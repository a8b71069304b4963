import type { z } from "zod";

/** What a response of an operation carries, for the OpenAPI document. */
export interface ResponseSpec {
  readonly description: string;
  /** By media type; none for an empty answer. */
  readonly content?: Readonly<Record<string, z.ZodType>>;
  /** Response headers beyond those that every answer has. */
  readonly headers?: Readonly<Record<string, string>>;
}

/**
 * A call that means something and is really made: the document carries its answer, computed by the handler itself
 * when the document is built, and a test makes every one of them over HTTP.
 */
export interface Example {
  /** `camelCase`, unique within the operation. */
  readonly name: string;
  readonly summary: string;
  /** The status it is answered with. */
  readonly status: number;
  readonly path?: Readonly<Record<string, string>>;
  readonly query?: Readonly<Record<string, string>>;
  readonly headers?: Readonly<Record<string, string>>;
  readonly body?: unknown;
  /** Media type of the body where it is not JSON; then `body` is its text. */
  readonly mediaType?: string;
  /** Media type asked for, where it is not the preferred one. */
  readonly accept?: string;
}
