import { asc, eq } from "drizzle-orm";
import type { Database } from "../client";
import { memberships, people, type Role, teams } from "../schema/organisation";

export interface Team {
  readonly id: string;
  readonly slug: string;
  readonly name: string;
  readonly createdAt: number;
}

export function insertTeam(db: Database, team: Team): void {
  db.insert(teams).values(team).run();
}

export function listTeams(db: Database): Team[] {
  return db.select().from(teams).orderBy(asc(teams.slug)).all();
}

export function teamBySlug(db: Database, slug: string): Team | undefined {
  return db.select().from(teams).where(eq(teams.slug, slug)).get();
}

export function teamById(db: Database, id: string): Team | undefined {
  return db.select().from(teams).where(eq(teams.id, id)).get();
}

export interface NewPerson {
  readonly id: string;
  readonly email: string;
  readonly name: string;
  readonly role: Role;
  readonly createdAt: number;
}

export function insertPerson(db: Database, person: NewPerson): void {
  db.insert(people)
    .values({ ...person, email: person.email.toLowerCase() })
    .run();
}

export function insertMembership(db: Database, personId: string, teamId: string, createdAt: number): void {
  db.insert(memberships).values({ personId, teamId, createdAt }).run();
}

export function renameTeam(db: Database, id: string, name: string): void {
  db.update(teams).set({ name }).where(eq(teams.id, id)).run();
}
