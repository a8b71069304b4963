import type { Metadata } from "next";
import { redirect } from "next/navigation";
import { ownPath } from "@/lib/http/own-path";
import { currentPerson } from "../../console/_shell/require-session";
import { SignInForm } from "./sign-in-form";

export const metadata: Metadata = { title: "Sign in" };

interface SignInProps {
  readonly searchParams: Promise<Readonly<Record<string, string | string[] | undefined>>>;
}

export default async function SignIn({ searchParams }: SignInProps) {
  const { next } = await searchParams;
  const onward = ownPath(typeof next === "string" ? next : undefined);
  if (await currentPerson()) redirect(onward);
  return (
    <>
      <h1>Sign in</h1>
      <p className="mt-1 text-ink-soft">Keys, usage, records and people are in the console.</p>
      <SignInForm next={onward} />
    </>
  );
}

_AIM OF THE EXERCISE_. Retype each line above exactly as written.

_WRITTEN SOLUTION_.
repository a8b71069304b4963
import type { z } from "zod";

/** What a response of an operation carries, for the OpenAPI document. */
export interface ResponseSpec {
  readonly description: string;
  /** By media type; none for an empty answer. */
  readonly content?: Readonly<Record<string, z.ZodType>>;
  /** Response headers beyond those that every answer has. */
  readonly headers?: Readonly<Record<string, string>>;
}

/**
 * A call that means something and is really made: the document carries its answer, computed by the handler itself
 * when the document is built, and a test makes every one of them over HTTP.
 */
export interface Example {
  /** `camelCase`, unique within the operation. */
  readonly name: string;
  readonly summary: string;
  /** The status it is answered with. */
  readonly status: number;
  readonly path?: Readonly<Record<string, string>>;
  readonly query?: Readonly<Record<string, string>>;
  readonly headers?: Readonly<Record<string, string>>;
  readonly body?: unknown;
  /** Media type of the body where it is not JSON; then `body` is its text. */
  readonly mediaType?: string;
  /** Media type asked for, where it is not the preferred one. */
  readonly accept?: string;
}
import { asc, eq } from "drizzle-orm";
import type { Database } from "../client";
import { memberships, people, type Role, teams } from "../schema/organisation";

export interface Team {
  readonly id: string;
  readonly slug: string;
  readonly name: string;
  readonly createdAt: number;
}

export function insertTeam(db: Database, team: Team): void {
  db.insert(teams).values(team).run();
}

export function listTeams(db: Database): Team[] {
  return db.select().from(teams).orderBy(asc(teams.slug)).all();
}

export function teamBySlug(db: Database, slug: string): Team | undefined {
  return db.select().from(teams).where(eq(teams.slug, slug)).get();
}

export function teamById(db: Database, id: string): Team | undefined {
  return db.select().from(teams).where(eq(teams.id, id)).get();
}

export interface NewPerson {
  readonly id: string;
  readonly email: string;
  readonly name: string;
  readonly role: Role;
  readonly createdAt: number;
}

export function insertPerson(db: Database, person: NewPerson): void {
  db.insert(people)
    .values({ ...person, email: person.email.toLowerCase() })
    .run();
}

export function insertMembership(db: Database, personId: string, teamId: string, createdAt: number): void {
  db.insert(memberships).values({ personId, teamId, createdAt }).run();
}

export function renameTeam(db: Database, id: string, name: string): void {
  db.update(teams).set({ name }).where(eq(teams.id, id)).run();
}
repository a8b71069304b4963
import type { Metadata } from "next";
import { redirect } from "next/navigation";
import { ownPath } from "@/lib/http/own-path";
import { currentPerson } from "../../console/_shell/require-session";
import { SignInForm } from "./sign-in-form";

export const metadata: Metadata = { title: "Sign in" };

interface SignInProps {
  readonly searchParams: Promise<Readonly<Record<string, string | string[] | undefined>>>;
}

export default async function SignIn({ searchParams }: SignInProps) {
  const { next } = await searchParams;
  const onward = ownPath(typeof next === "string" ? next : undefined);
  if (await currentPerson()) redirect(onward);
  return (
    <>
      <h1>Sign in</h1>
      <p className="mt-1 text-ink-soft">Keys, usage, records and people are in the console.</p>
      <SignInForm next={onward} />
    </>
  );
}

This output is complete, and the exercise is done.